'''

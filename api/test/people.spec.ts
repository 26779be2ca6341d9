import { type Agent, type House, openHouse } from './harness/house';
import type { TestPerson } from './harness/people';

const users = '/api/v1/workroom/users';

describe('the people who work here', () => {
  let house: House;
  let tamsin: TestPerson;
  let administrator: Agent;
  beforeAll(async () => {
    house = await openHouse();
  });
  afterAll(() => house.close());
  beforeEach(async () => {
    tamsin = await house.person('administrator', 'Tamsin Hale');
    administrator = await house.signInAs(tamsin);
  });
  afterEach(() => house.empty());

  const change = (person: TestPerson, seen: number, body: object) =>
    administrator.patch(`${users}/${person.id}`).set('If-Match', `"${seen}"`).send(body);

  it('are listed by page, without anything of their passwords', async () => {
    await house.person('recorder', 'Wenna Oddie');
    const { body } = await administrator.get(`${users}?page=2&size=1`);
    expect(body).toMatchObject({ total: 2, page: 2, size: 1 });
    expect(Object.keys(body.items[0] as object).sort()).toEqual(
      ['active', 'email', 'id', 'lastSignInAt', 'name', 'roles', 'version'].sort(),
    );
  });

  it('get other roles with their next request', async () => {
    const wenna = await house.person('recorder');
    const agent = await house.signInAs(wenna);
    expect((await agent.get('/api/v1/workroom/audit')).status).toBe(403);
    const answer = await change(wenna, 1, { roles: ['curator', 'curator'] });
    expect(answer.body).toMatchObject({ roles: ['curator'], version: 2 });
    expect(answer.get('ETag')).toBe('"2"');
    expect((await agent.get('/api/v1/workroom/audit')).status).toBe(200);
  });

  it('are signed out everywhere, and not let in again, once they have left', async () => {
    const wenna = await house.person('recorder');
    const agents = [await house.signInAs(wenna), await house.signInAs(wenna)];
    expect((await change(wenna, 1, { active: false })).status).toBe(200);
    for (const agent of agents) {
      expect((await agent.get('/api/v1/session')).status).toBe(401);
      expect((await agent.post('/api/v1/session/refresh')).status).toBe(401);
    }
    const { body } = await administrator.get('/api/v1/workroom/colleagues');
    expect(body.items).toEqual([{ id: tamsin.id, name: 'Tamsin Hale' }]);
    await change(wenna, 2, { active: true });
    expect((await agents[0]?.get('/api/v1/session'))?.status).toBe(401);
  });

  it('are changed only by whoever saw how they are now', async () => {
    const wenna = await house.person('recorder');
    const unseen = await administrator.patch(`${users}/${wenna.id}`).send({ name: 'Wenna' });
    expect(unseen.body).toMatchObject({ status: 428, code: 'version.required' });
    await change(wenna, 1, { name: 'Wenna A. Oddie' });
    expect((await change(wenna, 1, { name: 'Lost' })).body).toMatchObject({
      status: 412,
      code: 'version.stale',
      current: 2,
      changedBy: 'Tamsin Hale',
      changedAt: expect.any(String),
    });
  });

  it.each([{ active: false }, { roles: ['curator'] }])('keep one administrator: %j', async (body) => {
    expect((await change(tamsin, 1, body)).body.code).toBe('user.last-administrator');
    await house.person('administrator');
    expect((await change(tamsin, 1, body)).status).toBe(200);
  });

  it('keep one administrator also when two dismiss one another at once', async () => {
    const other = await house.person('administrator');
    const others = await house.signInAs(other);
    const answers = await Promise.all([
      change(other, 1, { active: false }),
      others.patch(`${users}/${tamsin.id}`).set('If-Match', '"1"').send({ active: false }),
    ]);
    expect(answers.filter(({ status }) => status === 200)).toHaveLength(1);
  });

  it.each([{ active: false }, { roles: ['curator'] }])(
    'leave no open invitation of theirs when they may invite nobody any more: %j',
    async (body) => {
      const other = await house.person('administrator');
      const others = await house.signInAs(other);
      const invited = { email: 'late@larkmoor.example', name: 'Perrin Late', roles: ['administrator'] };
      await others.post('/api/v1/workroom/invitations').send(invited);
      const token = await house.tokenFor('late@larkmoor.example');
      expect((await change(other, 1, body)).status).toBe(200);
      const answer = await house.visitor().post('/api/v1/invitations/look-up').send({ token });
      expect(answer.body).toMatchObject({ status: 404, code: 'invitation.unknown' });
    },
  );

  it('cannot be given fields that nobody may set', async () => {
    for (const body of [
      { email: 'x@larkmoor.example' },
      { passwordHash: 'x' },
      { version: 9 },
      { id: tamsin.id },
    ]) {
      expect((await change(tamsin, 1, body)).status).toBe(400);
    }
  });

  it('leave a trail of what was changed, which tells each person’s story', async () => {
    const wenna = await house.person('recorder', 'Wenna Oddie');
    await change(wenna, 1, { name: 'Wenna A. Oddie' });
    await change(wenna, 2, { active: false });
    const { body } = await administrator.get(`/api/v1/workroom/audit?subjectId=${wenna.id}`);
    expect(body.items).toMatchObject([
      { actor: 'Tamsin Hale', verb: 'deactivate-user', summary: 'Wenna A. Oddie no longer works here' },
      { actor: 'Tamsin Hale', verb: 'change-user' },
    ]);
  });
});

'''

WHAT TO WORK ON:
Only the lines from the start of the material through the line bearing "const users = '/api/v1/workroom/users';" are needed, restated exactly, with both end lines included.

EXERCISE RESULT:
filename api/test/people.spec.ts
repository 26779be2ca6341d9
import { type Agent, type House, openHouse } from './harness/house';
import type { TestPerson } from './harness/people';

const users = '/api/v1/workroom/users';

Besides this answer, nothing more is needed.